Top of Working data
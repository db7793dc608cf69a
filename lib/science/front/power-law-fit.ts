import { fitWeightedLine } from "@/lib/science/stats/least-squares";

/** ln τ = offset + slope · ln d with slope γ = 1/β and offset −γ ln a; errors of the weighted fit, not rescaled. */
export interface PowerLawFit {
  offset: number;
  /** γ */
  slope: number;
  offsetError: number;
  slopeError: number;
  /** Covariance of offset and slope. */
  covariance: number;
}

/**
 * Returns the power law d = a τ^β by least squares in ln τ with weights (τ/σ')², all arrays `[point]`, times in µs.
 * Distances and times must be positive. NaN where the points do not determine it.
 */
export function fitPowerLaw(distance: Float64Array, time_us: Float64Array, softened_us: Float64Array): PowerLawFit {
  const weights = softened_us.map((error, j) => (time_us[j] / error) ** 2);
  const { intercept, slope, interceptError, slopeError, covariance } = fitWeightedLine(
    distance.map(Math.log),
    time_us.map(Math.log),
    weights,
  );
  return { offset: intercept, slope, offsetError: interceptError, slopeError, covariance };
}

/** Returns a = exp(−offset/γ), in sites per µs^β. */
export function amplitudeOf(offset: number, slope: number): number {
  return Math.exp(-offset / slope);
}

/**
 * Returns the standard error of a by first-order propagation, from variances and covariance of offset and slope.
 */
export function amplitudeErrorOf(
  offset: number,
  slope: number,
  variances: { offset: number; slope: number; covariance: number },
): number {
  const lnA = -offset / slope;
  const variance = variances.offset + 2 * lnA * variances.covariance + lnA * lnA * variances.slope;
  return (Math.exp(lnA) * Math.sqrt(Math.max(0, variance))) / Math.abs(slope);
}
Bottom of Working data
Prompt
Please, from the entries above, set down exactly the lines from the one containing "and slope. */" through the one containing "softened_us: Float64Array): PowerLawFit", and only those.

Result for this task
  /** Covariance of offset and slope. */
  covariance: number;
}

/**
 * Returns the power law d = a τ^β by least squares in ln τ with weights (τ/σ')², all arrays `[point]`, times in µs.
 * Distances and times must be positive. NaN where the points do not determine it.
 */
export function fitPowerLaw(distance: Float64Array, time_us: Float64Array, softened_us: Float64Array): PowerLawFit {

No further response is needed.